Ancien du Service Cinématographique des Armées et vétéran de Dien Bien Phu, Pierre Schoendoerffer représente une exception dans le cinéma contemporain. Son œuvre – huit longs métrages en 40 ans – peut se lire comme une longue et fertile méditation sur son expérience indochinoise.
Jacques Perrin raconta qu’il choisît ses deux têtes d’affiche, Bruno Cremer et lui-même, quinze jours seulement avant le début du tournage. Les dieux de la guerre, ou du cinéma, lui étaient favorables, car son choix se révéla exceptionnel. Il les rappellera pour ses réalisations ultérieures.

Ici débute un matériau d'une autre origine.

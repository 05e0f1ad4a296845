import { describe, expect, test } from 'vitest';
import type { CameraModel } from '../camera/model.js';
import { PnpError, solvePnP } from './index.js';
import { RigCalError } from '../errors.js';
import { se3Exp, act, boxMinus, type Pose } from '../geometry/se3.js';
import { gaussian, rng } from '../testing/numeric.js';

/** Test-local pinhole model (u = fx X/Z + cx, v = fy Y/Z + cy, valid for Z > 0). */
const pinhole: CameraModel = {
  name: 'pinhole',
  paramNames: ['fx', 'fy', 'cx', 'cy'],
  numParams: 4,
  numDistortion: 0,
  project(k, p, uv, J_uv_p) {
    const z = p[2]!;
    if (!(z > 1e-12)) return false;
    uv[0] = (k[0]! * p[0]!) / z + k[2]!;
    uv[1] = (k[1]! * p[1]!) / z + k[3]!;
    if (J_uv_p) J_uv_p.set([k[0]! / z, 0, (-k[0]! * p[0]!) / (z * z), 0, k[1]! / z, (-k[1]! * p[1]!) / (z * z)]);
    return true;
  },
  unproject(k, uv, ray) {
    const x = (uv[0]! - k[2]!) / k[0]!, y = (uv[1]! - k[3]!) / k[1]!;
    const l = Math.hypot(x, y, 1);
    ray.set([x / l, y / l, 1 / l]);
    return true;
  },
  unprojectToPlane(k, uv, out2) {
    out2[0] = (uv[0]! - k[2]!) / k[0]!;
    out2[1] = (uv[1]! - k[3]!) / k[1]!;
    return true;
  },
};
const K = [800, 790, 320.5, 240.5];

function project(T: Pose, p: Float64Array): Float64Array {
  const n = p.length / 3;
  const uv = new Float64Array(2 * n);
  const q = new Float64Array(2);
  for (let i = 0; i < n; i++) {
    if (!pinhole.project(K, act(T, p.subarray(3 * i, 3 * i + 3)), q)) throw new Error('test scene puts a point behind the camera');
    uv.set(q, 2 * i);
  }
  return uv;
}

function board(cols: number, rows: number, sq: number): Float64Array {
  const p = new Float64Array(3 * cols * rows);
  for (let r = 0; r < rows; r++) for (let c = 0; c < cols; c++) p.set([c * sq, r * sq, 0], 3 * (r * cols + c));
  return p;
}

function cloud(n: number, seed: number, zSpread = 1): Float64Array {
  const u = rng(seed);
  const p = new Float64Array(3 * n);
  for (let i = 0; i < 3 * n; i++) p[i] = (i % 3 === 2 ? zSpread : 1) * 0.5 * (u() - 0.5);
  return p;
}

function expectPoseClose(A: Pose, B: Pose, tol: number) {
  for (const v of boxMinus(A, B)) expect(Math.abs(v)).toBeLessThan(tol);
}

function expectPnpError(f: () => unknown, code: string) {
  try {
    f();
  } catch (e) {
    expect(e).toBeInstanceOf(PnpError);
    expect(e).toBeInstanceOf(RigCalError);
    expect((e as PnpError).code).toBe(code);
    expect((e as PnpError).message.length).toBeGreaterThan(20);
    return;
  }
  throw new Error(`expected PnpError ${code}, nothing was thrown`);
}

describe('solvePnP, noise-free', () => {
  test.each([
    ['frontal board', [0, 0, 0, -0.15, -0.1, 0.8]],
    ['steep board', [1.0, 0.2, 0.3, -0.1, -0.1, 0.9]],
    ['board upside down', [0.2, -0.1, 3.0, 0.15, 0.1, 1.2]],
  ])('planar %s → exact pose (1e-9)', (_n, d) => {
    const p = board(9, 6, 0.03);
    const T = se3Exp(d);
    const r = solvePnP(pinhole, K, p, project(T, p));
    expectPoseClose(r.T_cam_target, T, 1e-9);
    expect(r.rmsPx).toBeLessThan(1e-7);
    expect(r.converged).toBe(true);
  });

  test('planar target not in z = 0 of its own frame (a tilted, shifted plane) → exact pose', () => {
    const T_t_b = se3Exp([0.3, 0.5, -0.2, 0.1, 0.2, 0.3]);
    const b = board(7, 5, 0.04);
    const p = new Float64Array(b.length);
    for (let i = 0; i < b.length / 3; i++) p.set(act(T_t_b, b.subarray(3 * i, 3 * i + 3)), 3 * i);
    const T = se3Exp([0.1, -0.2, 0.1, -0.3, -0.2, 1.5]);
    const r = solvePnP(pinhole, K, p, project(T, p));
    expectPoseClose(r.T_cam_target, T, 1e-9);
  });

  test.each([
    ['6 points', 6, 11],
    ['20 points', 20, 12],
    ['200 points', 200, 13],
  ])('non-planar %s → exact pose (1e-9), method epnp', (_n, n, seed) => {
    const p = cloud(n, seed);
    const T = se3Exp([0.5, -0.3, 0.8, 0.1, 0.05, 2]);
    const r = solvePnP(pinhole, K, p, project(T, p));
    expectPoseClose(r.T_cam_target, T, 1e-9);
    expect(r.method).toBe('epnp');
  });

  test('nearly planar set (σ3/σ1 ≈ 1e-2) → exact pose', () => {
    const p = cloud(30, 21, 0.01);
    const T = se3Exp([0.2, 0.3, -0.4, 0.1, 0.0, 1.2]);
    const r = solvePnP(pinhole, K, p, project(T, p));
    expectPoseClose(r.T_cam_target, T, 1e-9);
  });
});

describe('solvePnP, noisy', () => {
  test.each([
    ['board', board(10, 7, 0.03), [0.4, -0.3, 0.1, -0.12, -0.1, 0.9]],
    ['cloud', cloud(40, 5), [0.4, -0.3, 0.1, 0.0, 0.0, 2]],
  ] as const)('%s with 0.5 px noise → rotation < 1°, translation < 1 cm, RMS ≈ noise', (_n, p, d) => {
    // A small board's tilt is weakly observed: 0.5° error at 0.5 px noise is the optimum
    // itself here (refining from the true pose reaches the same minimum), not a solver failure.
    const T = se3Exp(d);
    const u = rng(77);
    const uv = project(T, p).map((x) => x + 0.5 * gaussian(u));
    const r = solvePnP(pinhole, K, p, uv);
    const e = boxMinus(r.T_cam_target, T);
    expect(Math.hypot(e[0]!, e[1]!, e[2]!)).toBeLessThan(Math.PI / 180);
    expect(Math.hypot(r.T_cam_target.t[0]! - T.t[0]!, r.T_cam_target.t[1]! - T.t[1]!, r.T_cam_target.t[2]! - T.t[2]!)).toBeLessThan(0.01);
    expect(r.rmsPx).toBeGreaterThan(0.4);
    expect(r.rmsPx).toBeLessThan(0.9);
    expect(r.residualsPx.length).toBe(uv.length);
  });
});

describe('solvePnP, typed errors', () => {
  const T = se3Exp([0.1, 0.2, 0.3, 0, 0, 2]);
  test('3 points → pnp.too_few_points', () => {
    const p = cloud(3, 1);
    expectPnpError(() => solvePnP(pinhole, K, p, project(T, p)), 'pnp.too_few_points');
  });
  test('collinear points → pnp.collinear', () => {
    const p = new Float64Array(18);
    for (let i = 0; i < 6; i++) p.set([0.1 * i, 0.05 * i, -0.02 * i], 3 * i);
    expectPnpError(() => solvePnP(pinhole, K, p, project(T, p)), 'pnp.collinear');
  });
  test('NaN pixel → pnp.non_finite', () => {
    const p = cloud(8, 2);
    const uv = project(T, p);
    uv[5] = NaN;
    expectPnpError(() => solvePnP(pinhole, K, p, uv), 'pnp.non_finite');
  });
  test('NaN point → pnp.non_finite', () => {
    const p = cloud(8, 2);
    const uv = project(T, p);
    p[4] = Infinity;
    expectPnpError(() => solvePnP(pinhole, K, p, uv), 'pnp.non_finite');
  });
  test('mismatched sizes → pnp.size_mismatch', () => {
    const p = cloud(8, 2);
    expectPnpError(() => solvePnP(pinhole, K, p, project(T, p).subarray(0, 14)), 'pnp.size_mismatch');
  });
  test('all points behind the camera (pixels from x/z, y/z with z < 0) → pnp.behind_camera', () => {
    const p = cloud(15, 3);
    const Tb = se3Exp([0.1, 0.2, 0.3, 0, 0, -2]);
    const uv = new Float64Array(30);
    for (let i = 0; i < 15; i++) {
      const q = act(Tb, p.subarray(3 * i, 3 * i + 3));
      expect(q[2]!).toBeLessThan(0);
      uv.set([K[0]! * (q[0]! / q[2]!) + K[2]!, K[1]! * (q[1]! / q[2]!) + K[3]!], 2 * i);
    }
    expectPnpError(() => solvePnP(pinhole, K, p, uv), 'pnp.behind_camera');
  });
  test('pixel outside the model\'s valid region → pnp.unprojectable', () => {
    const bounded: CameraModel = {
      ...pinhole,
      unproject: (k, uv, ray) => uv[0]! >= 0 && uv[0]! < 640 && pinhole.unproject(k, uv, ray),
    };
    const p = cloud(8, 2);
    const uv = project(T, p);
    uv[6] = -50;
    expectPnpError(() => solvePnP(bounded, K, p, uv), 'pnp.unprojectable');
  });
  test('maxRmsPx bound → pnp.poor_fit when exceeded', () => {
    const p = cloud(20, 9);
    const u = rng(3);
    const uv = project(T, p).map((x) => x + 5 * gaussian(u));
    expect(solvePnP(pinhole, K, p, uv).rmsPx).toBeGreaterThan(2);
    expectPnpError(() => solvePnP(pinhole, K, p, uv, { maxRmsPx: 2 }), 'pnp.poor_fit');
  });
});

Mai 1954, le Corps expéditionnaire français tire ses dernières cartouches. Le Viêt Minh se rue à l’assaut du pays. La 317e section locale supplétive abandonne son poste de Luong Ba à la frontière du Laos, pour rallier Lao Tsaï à cent cinquante kilomètres plus au sud. La quarantaine de Cambodgiens et les quatre cadres français se retrouvent seuls face à l’immensité de la jungle. Une division Viet s’interpose. Les civils rallient l’ennemi et les sentinelles désertent.
La caméra s’arrête sur deux hommes : le tout jeune et tout juste débarqué de métropole sous-lieutenant Torrens (Perrin) et le vieil adjudant Willsdorf (Cremer), alsacien vétéran de du front de l’est et de l’Indo. Vont-ils jouer l’ancestrale opposition entre le jeune chef et le vieux sous-off ? Non, Willsdorf tente de préparer, dans l’urgence, son chef au combat, tout en marquant les signes d’un respect formel, mystère que celui de la discipline militaire. Hélas, le temps manque, les hommes meurent, l’apprentissage est brutal. Le lieutenant grogne :
– C’est dégueulasse.
– Pourquoi dégueulasse ? C’est la guerre. Et ils savent la faire. Chapeau ! Répond l’ancien.
Torrens découvre pêle-mêle la souffrance, la fatigue, la boue, les sangsues, la merde… Accompagnée d’une dysenterie, la guerre est moins belle que prévue. Il fait face. S’il parvient à conserver son lumineux sourire, il est crispé. Réticent, Willsdorf lâche que la guerre conserve un sens, tant que l'objectif à atteindre mérite les pertes consenties. Mais, est-ce encore le cas ? Torrens tient à tomber en beauté… pour l’honneur. Une dernière charge ! Est-ce bien nécessaire mon lieutenant ?
Manifestement non. Willsdorf s’en tirera de justesse. Le film s’achève, la séance est terminée. La reconstitution était parfaite. Schoendoerffer a alterné, voire mêlé, fiction et documentaire. J’y étais, je les ai vus tomber. La guerre, c’est dégueulasse. Rendez-vous en Algérie.